It is only (self-)plagiarism when you do not indicate that some text is being reused.

So there is a simple remedy: Add to your thesis some text that indicates which parts have been submitted where. This could be formulated for example as:

This chapter has been submitted to journal as authors, title


The best course of action here is to disclose that part of the work is being submitted for publication in the thesis. In fact, this is encouraged at my institution. It will make your thesis stronger if findings have been peer reviewed and the examiners will recognise that it has been deemed publication quality. One of their goals is to assess whether it is an original finding which a publication would support.
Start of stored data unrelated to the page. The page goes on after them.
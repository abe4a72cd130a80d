//! The sign of an eigenvector is arbitrary; one rule fixes it everywhere.

use ndarray::{Array2, ArrayView1};

/// Turns every column so that its entry of largest magnitude is positive; of equals the first counts.
pub fn fix_signs(columns: &mut Array2<f64>) {
    for mut column in columns.columns_mut() {
        if leading_entry(column.view()) < 0.0 {
            column.mapv_inplace(|x| -x);
        }
    }
}

/// The entry of largest magnitude; 0 for an empty column.
pub fn leading_entry(column: ArrayView1<'_, f64>) -> f64 {
    column.iter().fold(
        0.0,
        |best: f64, x| if x.abs() > best.abs() { *x } else { best },
    )
}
As for self-citation and self-plagiarism, that is a very difficult issue and some fields take presenting the same work without attributing the prior source very seriously. Consult your advisor for what is acceptable in your field. However, generally what you need to avoid is:

  1. Submitting the same work for publication in different journals
  2. Submitting the same work to fulfil the requirements of different degrees (e.g., Masters and PhD).
  3. Submitting the work of others (even coauthors) for your thesis.

I don't think including sections in both an article and thesis breaches these necessarily and may be acceptable in some fields. Thesis by publication is also becoming more widely acceptable. However, you do need to ensure that it is clear what your contribution to a publication was if it included verbatim in your thesis if there were coauthors (and their contributions are acknowledged and disclosed). Afterall, it is your work that is being assessed to fulfil your degree.